A man who started flipping over books and magazines featuring Prime Minister Jacinda Ardern says she's putting too much effort into her image, and not enough on the big issues affecting the country.
The man behind the 'Turn Ardern' campaign was revealed by NZME on Saturday to be 66-year-old Canterbury bricklayer Colin Wilson.
He told RNZ that what started as him posting a couple of pictures on Twitter had turned into a campaign with thousands of supporters.
"We've got a Prime Minister that hasn't got time to look into child poverty, hasn't got time to look into the housing crisis, and yet she's got time to go and do all these fluff articles that seem to be pulled out whenever she's in trouble," he said.
Numerous photographs and videos have been posted on social media showing people flipping over piles of magazines or copies of Ardern's new biography, and obscuring them behind other displays.
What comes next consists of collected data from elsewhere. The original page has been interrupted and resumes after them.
// Gatewell's default target → conductance mapping per preset, and the zod check of a stored mapping.
// The rules are our own (no source beyond the usual channel names); these tests pin what they decide.
import { describe, expect, test } from 'vitest';
import { getPreset } from '@/lib/science/neuron/presets';
import { defaultConductance } from '@/lib/science/neuron/presets/target-conductance';
import { conductanceByPresetSchema, initialConductanceByPreset } from '@/lib/validation/screens';

describe('default conductance of a target name', () => {
  test.each([
    ['Nav1.7', 'hh-squid-1952', 'gNa'],
    ['hNav1.5', 'wang-buzsaki-1996', 'gNa'],
    ['SCN9A', 'pospischil-rs-2008', 'gNa'],
    ['Kv7.2/7.3', 'pospischil-rs-2008', 'gM'],
    ['KCNQ2', 'pospischil-rs-2008', 'gM'],
    ['Kv7.2/7.3', 'hh-squid-1952', null],
    ['Kv2.1', 'wang-buzsaki-1996', 'gK'],
    ['Kv3.1', 'hh-squid-1952', 'gK'],
    ['Kv1.3', 'pospischil-rs-2008', 'gK'],
    ['hERG', 'hh-squid-1952', null],
    ['Kv11.1', 'hh-squid-1952', null],
    ['Kv4.3', 'pospischil-rs-2008', null],
    ['Cav1.2', 'pospischil-rs-2008', null],
    ['Leak', 'hh-squid-1952', null],
    // The DRG preset's subtype conductances; a subtype rule falls back to gNa in the other presets (above).
    ['Nav1.7', 'xie-drg-2024', 'gNav17'],
    ['hSCN9A', 'xie-drg-2024', 'gNav17'],
    ['Nav1.8', 'xie-drg-2024', 'gNav18'],
    ['SCN10A', 'xie-drg-2024', 'gNav18'],
    ['Nav1.8', 'wang-buzsaki-1996', 'gNa'],
    ['hNav1.5', 'xie-drg-2024', null],
    ['Kv7.2/7.3', 'xie-drg-2024', 'gM'],
    ['Kv2.1', 'xie-drg-2024', 'gK'],
  ])('%s in %s → %s', (name, preset, expected) => {
    expect(defaultConductance(name, getPreset(preset))).toBe(expected);
  });
});

describe('stored mapping (conductanceByPresetSchema)', () => {
  test('accepts known presets with blockable conductances', () => {
    expect(conductanceByPresetSchema.parse({ 'hh-squid-1952': 'gK', 'pospischil-rs-2008': 'gM' })).toEqual({
      'hh-squid-1952': 'gK',
      'pospischil-rs-2008': 'gM',
    });
  });

  test('names an unknown preset, a missing conductance and the leak', () => {
    const result = conductanceByPresetSchema.safeParse({
      'frog-heart': 'gNa',
      'wang-buzsaki-1996': 'gM',
      'hh-squid-1952': 'gL',
    });
    expect(result.error?.issues.map((i) => [i.path.join('.'), i.message])).toEqual([
      ['frog-heart', 'Unknown preset frog-heart.'],
      ['wang-buzsaki-1996', 'wang-buzsaki-1996 has no blockable conductance gM; choose one of gNa, gK.'],
      ['hh-squid-1952', 'hh-squid-1952 has no blockable conductance gL; choose one of gNa, gK.'],
    ]);
  });

  test('a new target: the chosen conductance in its screen’s preset, defaults elsewhere, none where none', () => {
    expect(initialConductanceByPreset('Kv7.2', 'pospischil-rs-2008', 'gM')).toEqual({
      'pospischil-rs-2008': 'gM',
      'xie-drg-2024': 'gM',
    });
    expect(initialConductanceByPreset('Nav1.7', 'wang-buzsaki-1996', 'gNa')).toEqual({
      'hh-squid-1952': 'gNa',
      'pospischil-rs-2008': 'gNa',
      'wang-buzsaki-1996': 'gNa',
      'xie-drg-2024': 'gNav17',
    });
  });
});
Wilson estimates there are now around 200 people doing the turning.
"We're getting people coming back now saying, 'went into such and such shop and it was already done - they'd already been turned around'," he said.
"I never dreamed it would happen like this [but] it's taken off. People are sick and tired of all the fluff articles - people want a Prime Minister and not a fashion model."
And he said he's not deterred by some very staunch opposition to his campaign.
"A few of the lefties gang up and tell us how childish it is and how we're creating extra work for minimum wage workers having to turn them all around again," he said.
"I had one who went out of his way to find out who I am and where I live and all the rest of it. And one of our people had a threat today that she's going to die."
Attempts to 'silence women'
Michelle Duff, who wrote the book Jacinda Ardern: The Story Behind an Extraordinary Leader, wrote on The Spinoff that the Turn Ardern campaign was a result of a group of men feeling threatened by a powerful woman.
"Throughout history, attempts have been made to silence women. We've been drowned as witches, denied the vote, gaslighted in relationships, had our ideas stolen in meetings, had our voices and views disbelieved and minimised. We've been done to, not done by," she said.
"Seen in this light, #TurnArdern is just another manifestation of this simmering hatred of women that lies just beneath the surface. It's the kind most of us don't even notice or have acclimatised to until it bursts into the public consciousness in ways that are impossible to ignore."